September 2009: A previously healthy 80 y.o. male with right axillary lymphadenopathy

History: A previously healthy 80 year-old man presented with a one-month history of right axillary lymphadenopathy.  Physical examination revealed a mildly tender, firm, two cm lymph node in the right axilla.  No other lesions identified.

Imaging studies confirmed the presence of an enlarged lymph node in the right axilla.  There were no other radiological abnormalities.

Microscopic sections revealed complete effacement of lymph node architecture by a polymorphous lymphoid infiltrate consisting of large atypical lymphoid cells with open chromatin, prominent nucleoli, and moderate amounts of cytoplasm against a background of predominately small lymphocytes (Figs. 1,2,3).  Large atypical lymphoid cells were positive for CD20 and CD79a, while the smaller background lymphocytes were CD3, CD5 and PAX5 positive (Fig. 4).  Epstein-Barr virus genomes were detected in the large atypical lymphoid cells by EBER in situ hybridization.

Diagnosis: “EBV positive diffuse large B-cell lymphoma of the elderly”

Hannah Wong MD, Jun Wang MD, Donald Chase MD
Department of Pathology, Loma Linda University and Medical Center, Loma
Linda, California
California Tumor Tissue Registry, Loma Linda, California

Discussion: EBV positive diffuse large B-cell lymphoma of the elderly (EBV+ DLBCL, aka “age-related EBV-associated lymphoproliferative disorder”), is a rare B-cell lymphoproliferative disorder that occurs in elderly patients with no known history of immunodeficiency or lymphoma.  The entity was first described by Oyama et al. in 2003 and was added as a distinct entity in the newly published WHO Classification of Tumours of Haematopoietic and Lymphoid Tissues.

As the name suggests, EBV+ DLBCL of the elderly is a disease affecting patients over the age of 50 years.  There is a slight male predominance of 1.4:1.  Typically there is no history of immunodeficiency or lymphoma.  Presentation symptoms and signs include fever, night sweats, weight loss and lymphadenopathy.  Extranodal sites found at presentation include skin, lung, tonsil and stomach.

Histologically, the nodal or native tissue architecture is completely effaced by large atypical lymphoid cells/immunoblasts as well as Reed-Sternberg-like giant cells.  Accompanying these elements are variable numbers of small lymphocytes, plasma cells, histiocytes, centroblasts and immunoblasts.  Although EBV+ DLBCL of the elderly was originally separated into two subtypes; polymorphic lymphoproliferative disorder (PLPD) and large cell lymphoma (LCL) recent studies have shown the sub-classification to be clinically irrelevant.

The neoplastic large lymphoid cells show expression of pan-B cell markers (CD20, CD79a and PAX5), with variable expression of CD30, LMP-1 and EBNA-2.  Light chain restriction may be present but has been difficult to demonstrate in most cases. CD15, CD10 and Bcl-6 are generally negative.  Neoplastic cells showing EBER positivity and Ki-67 expression is generally high.

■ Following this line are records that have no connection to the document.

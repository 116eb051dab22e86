"""Synthetic stores of N observation rows, and the audit and wide-export measurements over them.

The observation rows are generated in DuckDB SQL (bounded memory, any N), written as the
store's hive-partitioned zstd parquet into a staging folder and registered through
``harmonize.store.Store.commit`` with hand-made ``IngestRecord`` rows, one ingest per
source kind, so the store is a real one: the ``observations`` view, the manifest and the
audit and exports see it as they would see ingested data.

Shape (invented, Keldmar Sea): 10 rows per event; events spread over 34 season years
(1990-2023), four seasons, the study's domain cells and strata. Trawl events (two agency
sources) hold five taxa x (count, biomass) with a third of them zero-filled, plus a bottom
temperature, so source comparisons have pairs; plankton and transect events hold counts;
effort events hold fishing hours with 1-8 vessels (some confidential).
"""

from __future__ import annotations

import shutil
import time
from pathlib import Path
from typing import Any

import duckdb
import pandas as pd

from harmonize.contract import observation_sql_columns
from harmonize.demo.sea import write_study

ROWS_PER_EVENT = 10
_BLOCK_ROWS = 10_000_000
KINDS = ("trawl", "plankton", "transect", "effort")
TAXA = ("Ostravix keldensis", "Lumbrena pallida", "Syrranthus minor", "Pelagon argentea", "Calverion rubrum")


def _select_sql(kind: str, n_rows: int, cells: list[str], ingest_id: str, first_row: int = 0) -> str:
    """SELECT of ``n_rows`` synthetic observation rows of one source kind (contract columns)."""
    k = KINDS.index(kind)
    cells_sql = "[" + ", ".join(f"'{c}'" for c in cells) + "]"
    taxa_sql = "[" + ", ".join(f"'{t}'" for t in TAXA) + "]"
    strata_sql = "['Ellery Shelf', 'Vossa Bank', 'Thorne Deep', NULL]"
    if kind == "trawl":
        variable = (f"CASE WHEN j = 9 THEN 'sea_water_temperature_at_sea_floor' "
                    f"ELSE ({taxa_sql})[1 + j % 5] END")
        vkind = "CASE WHEN j = 9 THEN 'physical' ELSE 'taxon' END"
        quantity = "CASE WHEN j = 9 THEN 'measurement' WHEN j < 5 THEN 'count' ELSE 'biomass' END"
        unit = "CASE WHEN j = 9 THEN 'degC' WHEN j < 5 THEN '1' ELSE 'kg' END"
        value = ("CASE WHEN j = 9 THEN 4 + (h2 % 800) / 100.0 WHEN zero THEN 0.0 "
                 "ELSE (h2 % 100000) / 100.0 END")
        effort, effort_unit, layer = "0.05 + (h1 % 50) / 1000.0", "'km2'", "'near_bottom'"
        source = "'shelf_trawl_' || (e % 2)"
    elif kind == "effort":
        variable, vkind, quantity, unit = "'fishing_hours'", "'effort'", "'measurement'", "'h'"
        value = "(h2 % 5000) / 10.0"
        effort, effort_unit, layer = "(h2 % 5000) / 10.0", "'h'", "'near_bottom'"
        source = "'fleet_pings'"
    else:
        variable = f"({taxa_sql})[1 + j % 5]"
        vkind, quantity, unit = "'taxon'", "'count'", "'1'"
        value = "CASE WHEN zero THEN 0.0 ELSE (h2 % 500)::DOUBLE END"
        effort = "10 + (h1 % 300)" if kind == "plankton" else "0.5 + (h1 % 100) / 100.0"
        effort_unit = "'m3'" if kind == "plankton" else "'km2'"
        layer = "'epipelagic'" if kind == "plankton" else "'surface'"
        source = f"'{kind}_survey'"
    exprs = {
        "record_id": "substr(md5(r::VARCHAR || '" + kind + "'), 1, 24)",
        "ingest_id": f"'{ingest_id}'",
        "source_id": source,
        "source_kind": f"'{kind}'",
        "provider_type": "'industry'" if kind == "effort" else "'agency'",
        "protocol": "'keldmar_bottom_trawl'" if kind == "trawl" else "NULL",
        "event_id": f"'{kind[0]}' || e",
        "event_start": "start",
        "event_end": "start + INTERVAL 30 MINUTE",
        "year": "year(start)",
        "season_year": "year(start) + CASE WHEN month(start) = 12 THEN 1 ELSE 0 END",
        "season": "(['winter','winter','spring','spring','spring','summer','summer','summer',"
                  "'autumn','autumn','autumn','winter'])[month(start)]",
        "depth_layer": layer,
        "lat": "41.5 + (h1 % 4000) / 1000.0",
        "lon": "-155.5 + (h1 % 7000) / 1000.0",
        "cell_id": f"({cells_sql})[1 + h1 % {len(cells)}]",
        "stratum": f"({strata_sql})[1 + h1 % 4]",
        "depth_min_m": "(h1 % 400)::DOUBLE", "depth_max_m": "(h1 % 400)::DOUBLE",
        "bottom_depth_m": "(h1 % 400)::DOUBLE",
        "variable": variable, "variable_kind": vkind, "life_stage": "NULL", "quantity": quantity,
        "value": value, "unit": unit,
        "effort": f"CASE WHEN {quantity} IN ('count', 'biomass') OR {vkind} = 'effort' THEN {effort} END",
        "effort_unit": f"CASE WHEN {quantity} IN ('count', 'biomass') OR {vkind} = 'effort' THEN {effort_unit} END",
        "density": f"CASE WHEN {quantity} IN ('count', 'biomass') THEN ({value}) / ({effort}) END",
        "zero_filled": f"(zero AND {vkind} = 'taxon')",
        "n_vessels": "CASE WHEN " + vkind + " = 'effort' THEN 1 + (h1 % 8) END",
        "n_values": "1", "observer_id": "NULL", "flags": "[]::VARCHAR[]",
        "source_file": f"'{kind}_synthetic.csv'", "source_row": "e + 1",
        "source_record_rows": "[]::BIGINT[]", "behavior": "NULL",
        "gear": "CASE WHEN " + vkind + " = 'effort' THEN 'OTB' END",
    }
    select = ", ".join(f'CAST({exprs[c]} AS {t}) AS "{c}"' for c, t in observation_sql_columns())
    return f"""
        SELECT {select} FROM (
            SELECT r, e, j, h1, h2, (h2 % 3 = 0) AS zero,
                   TIMESTAMP '1990-01-01' + to_days(CAST(h1 % 12410 AS INTEGER))
                       + to_minutes(CAST(h2 % 1440 AS INTEGER)) AS start
            FROM (SELECT r, r // {ROWS_PER_EVENT} AS e, r % {ROWS_PER_EVENT} AS j,
                         CAST(hash(r // {ROWS_PER_EVENT}, {k}) >> 2 AS BIGINT) AS h1,
                         CAST(hash(r, {k} + 7) >> 2 AS BIGINT) AS h2
                  FROM range({first_row}, {first_row + n_rows}) t(r)))"""


def make_store(folder: Path, n_rows: int) -> dict[str, Any]:
    """A study at ``folder`` whose store holds ``n_rows`` synthetic observation rows."""
    from harmonize import load_study
    from harmonize.audit.run import domain_cells
    from harmonize.store import IngestRecord, Store

    write_study(folder)
    study = load_study(folder)
    cells = domain_cells(study)["cell_id"].tolist()
    store = Store(study.store_dir)
    per_kind = n_rows // len(KINDS)
    for i, kind in enumerate(KINDS):
        n = per_kind if i < len(KINDS) - 1 else n_rows - per_kind * (len(KINDS) - 1)
        ingest_id = f"20260101T00000{i}-synth{i:03d}"
        staged = store.staging_dir(ingest_id)
        con = duckdb.connect()
        try:
            con.execute("SET preserve_insertion_order = false")
            con.execute("SET memory_limit = '3GB'")
            # blocks of rows: a partitioned COPY holds every open partition's buffers
            for r0 in range(0, n, _BLOCK_ROWS):
                block = _select_sql(kind, min(_BLOCK_ROWS, n - r0), cells, ingest_id, r0)
                con.execute(f"""COPY ({block}) TO '{staged / "parts"}'
                                (FORMAT parquet, PARTITION_BY (source_kind, season_year), COMPRESSION zstd,
                                 ROW_GROUP_SIZE 500000, FILENAME_PATTERN 'part-{{uuid}}', OVERWRITE_OR_IGNORE)""")
        finally:
            con.close()
        now = pd.Timestamp.now("UTC").tz_localize(None)
        events = n // ROWS_PER_EVENT
        record = IngestRecord(
            ingest_id=ingest_id, source_id=f"synthetic_{kind}", source_kind=kind,
            provider_type="industry" if kind == "effort" else "agency", file_name=f"{kind}_synthetic.csv",
            file_sha256="0" * 64, inputs_sha256=f"{i}" * 64, config_sha256="0" * 64, started_at=now,
            finished_at=now, rows_read=events, rows_accepted=events, rows_quarantined=0,
            records_written=n, records_zero_filled=0, profile_file="synthetic.toml")
        files = [{"role": "rows", "file_name": record.file_name, "file_sha256": record.file_sha256,
                  "rows_read": events, "rows_accepted": events, "rows_quarantined": 0}]
        store.commit(record, files, staged, pd.DataFrame(), [], lambda previous: [])
        store.discard(staged)  # releases the staging folder's lock
    size = sum(p.stat().st_size for p in (study.store_dir / "observations").rglob("*.parquet"))
    return {"rows": n_rows, "parquet_mb": size / 2**20}


def _observation_glob(folder: Path) -> str:
    return str(folder / "store" / "observations" / "**" / "*.parquet")


def run_audit(folder: Path, engine: str = "duckdb") -> dict[str, Any]:
    """The coverage audit of the store (the library call the CLI makes)."""
    from harmonize import load_study
    from harmonize.audit.run import audit

    kwargs = {"engine": engine} if engine != "duckdb" else {}
    start = time.perf_counter()
    result = audit(load_study(folder), **kwargs)
    return {"audit_s": time.perf_counter() - start, "findings": len(result.findings),
            "events": int(result.extent["events"].sum())}


def audit_floor(folder: Path) -> dict[str, Any]:
    """The least an audit must do: one DuckDB pass grouping the rows by event."""
    con = duckdb.connect()
    try:
        n = con.execute(f"""SELECT count(*) FROM (
            SELECT source_id, event_id, season_year, season, depth_layer, cell_id,
                   bool_or(quantity <> 'presence') AS samples
            FROM read_parquet('{_observation_glob(folder)}', hive_partitioning = true) GROUP BY ALL)""").fetchall()[0][0]
    finally:
        con.close()
    return {"events": int(n)}


def run_wide(folder: Path, out: Path) -> dict[str, Any]:
    """The wide export (events x taxa) of the store to parquet."""
    from harmonize import load_study
    from harmonize.export.run import export

    result = export(load_study(folder), "wide", out)
    return {"rows_out": getattr(result, "rows", None), "out_mb": out.stat().st_size / 2**20}


def wide_floor(folder: Path, out: Path) -> dict[str, Any]:
    """The same pivot by raw DuckDB: densities of taxon counts per event, no checks."""
    con = duckdb.connect()
    try:
        con.execute("SET preserve_insertion_order = false")
        con.execute(f"""COPY (PIVOT (SELECT source_id, event_id, variable, density
                                     FROM read_parquet('{_observation_glob(folder)}', hive_partitioning = true)
                                     WHERE variable_kind = 'taxon' AND quantity = 'count')
                              ON variable USING sum(density) GROUP BY source_id, event_id)
                        TO '{out}' (FORMAT parquet, COMPRESSION zstd)""")
    finally:
        con.close()
    return {"out_mb": out.stat().st_size / 2**20}


def cleanup(folder: Path) -> None:
    shutil.rmtree(folder, ignore_errors=True)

Differential diagnoses of EBV+ DLBCL of the elderly include other B-cell lymphoproliferative disorders such as Burkitt lymphoma, post-transplant lymphoproliferative disorder (PTLD), HIV-associated lymphoproliferative disorder, EBV- DLBCL, and EBV+ classical Hodgkin lymphoma (cHL).  It is important to differentiate these entities in order to provide the most targeted and effective treatment for the patients.

•    Burkitt lymphoma (BL) is a highly aggressive lymphoma with three clinical variants:

  1. Endemic type mostly occurs in children between the ages of 4 – 7 in equatorial Africa.
  2. Sporadic type  is more common in the United States and Western Europe, where the median age is 30 years.
  3. Immunodeficiency-associated BL patients are virtually all immunocompromised, mostly due to HIV infection.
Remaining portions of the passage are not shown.